Exercise: Without changing anything, reproduce every record below.

[Records contained in a dataset]
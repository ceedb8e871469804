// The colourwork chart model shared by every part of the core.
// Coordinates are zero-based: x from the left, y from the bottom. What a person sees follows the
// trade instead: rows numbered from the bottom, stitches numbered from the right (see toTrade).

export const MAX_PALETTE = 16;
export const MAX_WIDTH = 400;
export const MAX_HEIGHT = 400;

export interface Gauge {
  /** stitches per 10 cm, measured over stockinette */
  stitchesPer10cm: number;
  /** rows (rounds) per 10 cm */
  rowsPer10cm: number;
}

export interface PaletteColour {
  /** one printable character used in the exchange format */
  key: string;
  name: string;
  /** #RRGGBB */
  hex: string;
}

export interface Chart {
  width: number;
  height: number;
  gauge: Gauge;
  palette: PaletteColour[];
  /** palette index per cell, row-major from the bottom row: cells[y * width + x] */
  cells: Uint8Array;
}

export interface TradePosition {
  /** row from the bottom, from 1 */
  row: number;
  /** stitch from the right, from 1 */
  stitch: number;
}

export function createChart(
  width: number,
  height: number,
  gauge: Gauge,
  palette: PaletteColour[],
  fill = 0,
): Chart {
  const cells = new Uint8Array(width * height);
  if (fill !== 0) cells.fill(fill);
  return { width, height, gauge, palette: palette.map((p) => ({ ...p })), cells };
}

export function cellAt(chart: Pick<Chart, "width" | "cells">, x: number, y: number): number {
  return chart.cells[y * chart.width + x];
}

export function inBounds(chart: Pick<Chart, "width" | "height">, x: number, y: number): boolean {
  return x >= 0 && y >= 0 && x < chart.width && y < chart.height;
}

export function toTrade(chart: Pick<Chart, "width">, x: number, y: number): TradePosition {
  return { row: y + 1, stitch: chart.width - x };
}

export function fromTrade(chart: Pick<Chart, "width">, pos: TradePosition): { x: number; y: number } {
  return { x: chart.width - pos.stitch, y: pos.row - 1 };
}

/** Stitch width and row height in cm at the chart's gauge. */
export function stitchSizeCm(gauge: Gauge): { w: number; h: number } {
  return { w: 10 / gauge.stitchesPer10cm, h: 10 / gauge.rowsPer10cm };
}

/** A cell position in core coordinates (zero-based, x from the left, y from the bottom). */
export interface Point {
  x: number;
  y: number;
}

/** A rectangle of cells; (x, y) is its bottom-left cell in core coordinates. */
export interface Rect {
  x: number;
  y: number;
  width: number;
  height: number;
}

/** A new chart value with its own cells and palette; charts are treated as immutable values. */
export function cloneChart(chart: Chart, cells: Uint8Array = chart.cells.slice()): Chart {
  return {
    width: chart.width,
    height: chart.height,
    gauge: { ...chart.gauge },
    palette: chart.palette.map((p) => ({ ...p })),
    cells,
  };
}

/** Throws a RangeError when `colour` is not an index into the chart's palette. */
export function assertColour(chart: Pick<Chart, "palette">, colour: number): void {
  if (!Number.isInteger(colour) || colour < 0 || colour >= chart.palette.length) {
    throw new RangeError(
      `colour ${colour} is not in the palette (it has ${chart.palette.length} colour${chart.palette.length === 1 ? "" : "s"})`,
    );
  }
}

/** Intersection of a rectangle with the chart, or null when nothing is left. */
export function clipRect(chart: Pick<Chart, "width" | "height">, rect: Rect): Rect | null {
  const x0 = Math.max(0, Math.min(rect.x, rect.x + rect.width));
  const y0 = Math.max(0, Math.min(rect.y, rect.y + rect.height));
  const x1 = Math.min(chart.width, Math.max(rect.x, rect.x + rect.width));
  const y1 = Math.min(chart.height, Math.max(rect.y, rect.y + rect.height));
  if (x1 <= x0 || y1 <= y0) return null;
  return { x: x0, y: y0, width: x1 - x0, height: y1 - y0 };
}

Exercise response:
repository ceedb8e871469804
// The colourwork chart model shared by every part of the core.
// Coordinates are zero-based: x from the left, y from the bottom. What a person sees follows the
// trade instead: rows numbered from the bottom, stitches numbered from the right (see toTrade).

export const MAX_PALETTE = 16;
export const MAX_WIDTH = 400;
export const MAX_HEIGHT = 400;

export interface Gauge {
  /** stitches per 10 cm, measured over stockinette */
  stitchesPer10cm: number;
  /** rows (rounds) per 10 cm */
  rowsPer10cm: number;
}

export interface PaletteColour {
  /** one printable character used in the exchange format */
  key: string;
  name: string;
  /** #RRGGBB */
  hex: string;
}

export interface Chart {
  width: number;
  height: number;
  gauge: Gauge;
  palette: PaletteColour[];
  /** palette index per cell, row-major from the bottom row: cells[y * width + x] */
  cells: Uint8Array;
}

export interface TradePosition {
  /** row from the bottom, from 1 */
  row: number;
  /** stitch from the right, from 1 */
  stitch: number;
}

export function createChart(
  width: number,
  height: number,
  gauge: Gauge,
  palette: PaletteColour[],
  fill = 0,
): Chart {
  const cells = new Uint8Array(width * height);
  if (fill !== 0) cells.fill(fill);
  return { width, height, gauge, palette: palette.map((p) => ({ ...p })), cells };
}

export function cellAt(chart: Pick<Chart, "width" | "cells">, x: number, y: number): number {
  return chart.cells[y * chart.width + x];
}

export function inBounds(chart: Pick<Chart, "width" | "height">, x: number, y: number): boolean {
  return x >= 0 && y >= 0 && x < chart.width && y < chart.height;
}

export function toTrade(chart: Pick<Chart, "width">, x: number, y: number): TradePosition {
  return { row: y + 1, stitch: chart.width - x };
}

export function fromTrade(chart: Pick<Chart, "width">, pos: TradePosition): { x: number; y: number } {
  return { x: chart.width - pos.stitch, y: pos.row - 1 };
}

/** Stitch width and row height in cm at the chart's gauge. */
export function stitchSizeCm(gauge: Gauge): { w: number; h: number } {
  return { w: 10 / gauge.stitchesPer10cm, h: 10 / gauge.rowsPer10cm };
}

/** A cell position in core coordinates (zero-based, x from the left, y from the bottom). */
export interface Point {
  x: number;
  y: number;
}

/** A rectangle of cells; (x, y) is its bottom-left cell in core coordinates. */
export interface Rect {
  x: number;
  y: number;
  width: number;
  height: number;
}

/** A new chart value with its own cells and palette; charts are treated as immutable values. */
export function cloneChart(chart: Chart, cells: Uint8Array = chart.cells.slice()): Chart {
  return {
    width: chart.width,
    height: chart.height,
    gauge: { ...chart.gauge },
    palette: chart.palette.map((p) => ({ ...p })),
    cells,
  };
}

/** Throws a RangeError when `colour` is not an index into the chart's palette. */
export function assertColour(chart: Pick<Chart, "palette">, colour: number): void {
  if (!Number.isInteger(colour) || colour < 0 || colour >= chart.palette.length) {
    throw new RangeError(
      `colour ${colour} is not in the palette (it has ${chart.palette.length} colour${chart.palette.length === 1 ? "" : "s"})`,
    );
  }
}

/** Intersection of a rectangle with the chart, or null when nothing is left. */
export function clipRect(chart: Pick<Chart, "width" | "height">, rect: Rect): Rect | null {
  const x0 = Math.max(0, Math.min(rect.x, rect.x + rect.width));
  const y0 = Math.max(0, Math.min(rect.y, rect.y + rect.height));
  const x1 = Math.min(chart.width, Math.max(rect.x, rect.x + rect.width));
  const y1 = Math.min(chart.height, Math.max(rect.y, rect.y + rect.height));
  if (x1 <= x0 || y1 <= y0) return null;
  return { x: x0, y: y0, width: x1 - x0, height: y1 - y0 };
}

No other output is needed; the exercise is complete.